How to proffer evidence

To appeal a trial court’s exclusion of evidence, you must make an offer of proof so as to preserve the issue of excluded evidence.  The purpose of the proffer is to demonstrate to the appellate court a real error, not an imaginary or speculative one. The failure to make a record of the excluded evidence may constitute a waiver of the issue on appeal.   Below is a brief overview of the three ways to make a proffer.

The first, and best way, is to present the actual testimony or document excluded on the record.  This requires the witness to answer questions outside the presence of the jury and on the record.  Objections are permitted during the questioning, but the witness should be allowed to answer the questions fully so as to create a full record for appellate review. This method allows the reviewing court to evaluate the evidentiary ruling in a full and complete context.

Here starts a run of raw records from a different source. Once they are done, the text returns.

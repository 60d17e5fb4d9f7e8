import { invertSmallSymmetric } from '../numeric/small-cholesky.ts';
import { bonferroniOutlierCriticalValue } from './bonferroni-outlier-test.ts';
import type { RateLawFit } from './fit-rate-law.ts';
import { prepareRateLaw, rateLawAt } from './integrated-rate-law.ts';
import { type RunsTestResult, runsTest } from './runs-test.ts';

/**
 * Residual diagnostics of a fitted rate law: fitted values, residuals, leverage, internally and
 * externally studentised residuals, possible outliers, and the runs test on the residual signs.
 *
 * Why: a chemist must see whether a point sits far from the curve (a possible outlier — to be
 * investigated, never dropped by the program) and whether the residuals bend (the law is wrong).
 *
 * Formula in words: residual eᵢ = yᵢ − ŷᵢ (or ln yᵢ − ln ŷᵢ for the proportional error model). Leverage
 * hᵢ = jᵢᵀ(JᵀJ)⁻¹jᵢ with jᵢ the row of the model's Jacobian at tᵢ (the tangent-plane approximation for a
 * nonlinear model). Internally studentised rᵢ = eᵢ/(s·√(1 − hᵢ)); externally studentised
 * tᵢ = rᵢ·√((ν − 1)/(ν − rᵢ²)), ν = N − p, which is the residual scaled by the SD estimated without
 * point i. |tᵢ| above the Bonferroni-corrected two-sided t quantile t(1 − 0.05/(2N); N − p − 1)
 * flags a possible outlier (`bonferroni-outlier-test.ts`: at most 5 % of clean series get a flag).
 *
 * Reference: D. A. Belsley, E. Kuh & R. E. Welsch, Regression Diagnostics (1980) §2.1 (from memory);
 * NIST/SEMATECH e-Handbook §4.4.4 "How can I tell if a model fits my data?"; Cook & Weisberg, Residuals and
 * Influence in Regression (1982) §2.2 (studentised residuals, from memory).
 *
 * Throws nothing: where 1 − hᵢ or ν − rᵢ² is not positive (a point that alone determines a parameter,
 * or ν < 2) the studentised residuals are null; every number in the result is finite (non-finite → null).
 *
 * Example: for a straight line through (0, 0), (1, 1), (2, 2), (3, 4) the leverages are 0.7, 0.3, 0.3, 0.7.
 */

/** Leverage this close to 1 means the point fixes the curve by itself; studentising is then meaningless. */
const LEVERAGE_LIMIT = 1 - 1e-10;

export interface ResidualPoint {
  time: number;
  value: number;
  fitted: number | null;
  residual: number | null;
  leverage: number | null;
  studentised: number | null;
  externallyStudentised: number | null;
}

export interface ResidualDiagnostics {
  model: RateLawFit['model'];
  residualScale: 'value' | 'ln(value)';
  points: ResidualPoint[];
  runsTest: RunsTestResult;
  /** Critical |tᵢ| of this series, t(1 − 0.05/(2N); N − p − 1); null when N − p − 1 < 1 (no test). */
  outlierThreshold: number | null;
  /** Indices into `points` with |externally studentised residual| above the threshold. */
  possibleOutliers: number[];
}

export function residualDiagnostics(
  fit: RateLawFit,
  times: ArrayLike<number>,
  values: ArrayLike<number>,
): ResidualDiagnostics {
  const count = times.length;
  const p = fit.parameterCount;
  const logScale = fit.errorModel === 'proportional';
  const law = prepareRateLaw(fit.model, fit.initialValue, fit.rateConstant, fit.n);
  const jacobian = new Float64Array(count * p);
  const fitted = new Float64Array(count);
  const residuals = new Float64Array(count);
  const normal = new Float64Array(p * p);
  const row = new Float64Array(3);
  for (let i = 0; i < count; i++) {
    const predicted = rateLawAt(law, times[i]!, row);
    fitted[i] = predicted;
    residuals[i] = logScale ? Math.log(values[i]!) - Math.log(predicted) : values[i]! - predicted;
    for (let a = 0; a < p; a++) {
      const entry = logScale ? row[a]! / predicted : row[a]!;
      jacobian[i * p + a] = entry;
      for (let b = 0; b <= a; b++) normal[a * p + b] = normal[a * p + b]! + entry * jacobian[i * p + b]!;
    }
  }
  for (let a = 0; a < p; a++) for (let b = 0; b < a; b++) normal[b * p + a] = normal[a * p + b]!;
  const inverse = invertSmallSymmetric(normal, p);
  const s = fit.residualStandardDeviation;
  const nu = fit.degreesOfFreedom;
  const threshold = bonferroniOutlierCriticalValue(count, p);
  const points: ResidualPoint[] = new Array(count);
  const possibleOutliers: number[] = [];
  for (let i = 0; i < count; i++) {
    let leverage: number | null = null;
    if (inverse !== null) {
      let h = 0;
      for (let a = 0; a < p; a++) {
        for (let b = 0; b < p; b++) h += jacobian[i * p + a]! * inverse[a * p + b]! * jacobian[i * p + b]!;
      }
      leverage = Math.min(1, Math.max(0, h));
    }
    let studentised: number | null = null;
    let externallyStudentised: number | null = null;
    if (leverage !== null && leverage < LEVERAGE_LIMIT && s > 0) {
      studentised = residuals[i]! / (s * Math.sqrt(1 - leverage));
      const room = nu - studentised * studentised;
      if (nu >= 2 && room > 0) externallyStudentised = studentised * Math.sqrt((nu - 1) / room);
    }
    if (externallyStudentised !== null && threshold !== null && Math.abs(externallyStudentised) > threshold)
      possibleOutliers.push(i);
    points[i] = {
      time: times[i]!,
      value: values[i]!,
      fitted: finiteOrNull(fitted[i]!),
      residual: finiteOrNull(residuals[i]!),
      leverage: leverage === null ? null : finiteOrNull(leverage),
      studentised: studentised === null ? null : finiteOrNull(studentised),
      externallyStudentised: externallyStudentised === null ? null : finiteOrNull(externallyStudentised),
    };
  }
  return {
    model: fit.model,
    residualScale: logScale ? 'ln(value)' : 'value',
    points,
    runsTest: runsTest(residuals),
    outlierThreshold: threshold,
    possibleOutliers,
  };
}

function finiteOrNull(value: number): number | null {
  return Number.isFinite(value) ? value : null;
}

If the excluded evidence is a document, the party seeking to have the document admitted into evidence must ensure the document is part of the trial record.  The document should be offered outside the presence of the jury, should be marked for identification with a number and fully described in the record.

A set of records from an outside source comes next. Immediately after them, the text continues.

import type { DerivedFigure, ModelSummary } from './derived/model-summary.ts';
import type { PredictedValue } from './derived/predicted-value.ts';
import type { ErrorModelChoice } from './order/choose-error-model.ts';
import type { LinearisedFit } from './order/linearised-fits.ts';
import type { OrderSelection } from './order/order-selection.ts';
import type { ExcludedPoint } from './order/prepare-series.ts';
import type { ResidualDiagnostics } from './order/residual-diagnostics.ts';
import type { ErrorModel, IntegerOrder } from './types.ts';

/* The options and result of `analyseSeries` (analyse-series.ts), kept apart from the computation so that
   the modules the analysis calls can name these types without importing the analysis itself. */

export interface SeriesOptions {
  confidenceLevel?: number;
  errorModel?: 'auto' | ErrorModel;
  lowerLimit?: number;
  upperLimit?: number;
  predictAt?: number[];
  order?: IntegerOrder;
}

export interface AnalysisWarning {
  code:
    | 'low-fraction-reacted'
    | 'order-not-identified'
    | 'analyst-order-disfavoured'
    | 'possible-outliers'
    | 'systematic-misfit'
    | 'not-converged'
    | 'extrapolation';
  message: string;
}

export interface SeriesAnalysis {
  id: string;
  timeUnit: string;
  valueUnit: string;
  n: number;
  timeSpan: [number, number];
  excluded: ExcludedPoint[];
  selectedOrder: IntegerOrder | null;
  orderSource: 'data' | 'analyst';
  verdict: string;
  errorModel: ErrorModel;
  errorModelChoice: ErrorModelChoice;
  fractionReacted: number | null;
  halfLivesCovered: number | null;
  models: ModelSummary[];
  linearized: LinearisedFit[];
  selection: Omit<OrderSelection, 'verdict' | 'selectedOrder'>;
  /** Derived figures of the reported order (the named or the analyst's order); null otherwise. */
  reportedOrder: IntegerOrder | null;
  halfLife: DerivedFigure | null;
  t90: DerivedFigure | null;
  derivedReason?: string;
  timeToLimit?: { lower?: DerivedFigure | null; upper?: DerivedFigure | null };
  predictions?: PredictedValue[];
  diagnostics: ResidualDiagnostics | null;
  warnings: AnalysisWarning[];
  confidenceLevel: number;
}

The second way is to present the substance of the evidence in a written or oral summary.  This method of proffer may be sufficient if there is no doubt what the excluded evidence would have been.   Therefore, counsel must state with specificity the anticipated testimony. Generalities regarding the content of the testimony are insufficient.   Counsel must be clear on the record that he is making a proffer of the excluded evidence.  Counsel must also make clear the purpose and relevance of the proffered evidence.   This requires counsel to be aware of the context in which the proffer is being made because counsel may need to add further context in the proffer in order to clearly establish the purpose and relevance of the excluded evidence.

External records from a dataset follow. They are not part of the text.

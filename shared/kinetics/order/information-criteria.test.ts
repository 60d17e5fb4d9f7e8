import jStat from 'jstat';
import { describe, expect, it } from 'vitest';
import { extraSumOfSquaresFTest } from './extra-sum-of-squares-f-test.ts';
import { aicc, akaikeWeights } from './information-criteria.ts';

describe('aicc and akaikeWeights (Burnham & Anderson 2002, as in Burnham & Anderson 2002, Model Selection and Multimodel Inference)', () => {
  it('AICc = −2 logL + 2K + 2K(K+1)/(N − K − 1) with K = parameters + 1', () => {
    // Two-parameter law, N = 9, logL = 34.465: K = 3, AICc = −68.93 + 6 + 24/5.
    expect(aicc(34.465, 2, 9)!).toBeCloseTo(-68.93 + 6 + 24 / 5, 10);
    expect(aicc(10, 3, 6)!).toBeCloseTo(-20 + 8 + 40 / 1, 12);
    expect(aicc(10, 3, 5)).toBeNull();
    expect(aicc(10, 2, 4)).toBeNull();
  });

  it('weights are exp(−Δ/2) normalised; null entries stay null (doc example)', () => {
    const weights = akaikeWeights([10, 12, null]);
    expect(weights[0]!).toBeCloseTo(1 / (1 + Math.exp(-1)), 12);
    expect(weights[1]!).toBeCloseTo(Math.exp(-1) / (1 + Math.exp(-1)), 12);
    expect(weights[2]).toBeNull();
    expect(akaikeWeights([null, null])).toEqual([null, null]);
  });
});

describe('extraSumOfSquaresFTest (Motulsky & Christopoulos 2003; p from jStat centralF as reference)', () => {
  it('doc example: RSS 12 on 10 df vs 8 on 9 df gives F = 4.5 and the F(1, 9) upper tail', () => {
    const result = extraSumOfSquaresFTest(12, 10, 8, 9);
    expect(result.f).toBeCloseTo(4.5, 12);
    expect(result.p).toBeCloseTo(1 - jStat.centralF.cdf(4.5, 1, 9), 8);
    expect(result.p).toBeCloseTo(0.0628, 3);
  });

  it('a full fit no better than the reduced gives F = 0, p = 1; an exact full fit gives p = 0', () => {
    expect(extraSumOfSquaresFTest(5, 10, 5, 9).p).toBe(1);
    const exact = extraSumOfSquaresFTest(5, 10, 0, 9);
    expect(exact.p).toBe(0);
    expect(Number.isFinite(exact.f)).toBe(true);
  });
});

The final way, although specifically included in the evidence code, is not really a proffer and is not recommended.  Section 90.104 permits the appellate court to reverse the trial court’s ruling where the substance of the excluded evidence is clear from the context and the questions asked. However, there exists a murky line between instances in which the appellate court found the questions to be sufficient to avoid the need for a proffer and those in which the appellate court found the questions insufficient.  The better practice is to proffer the evidence in one of the two ways discussed above.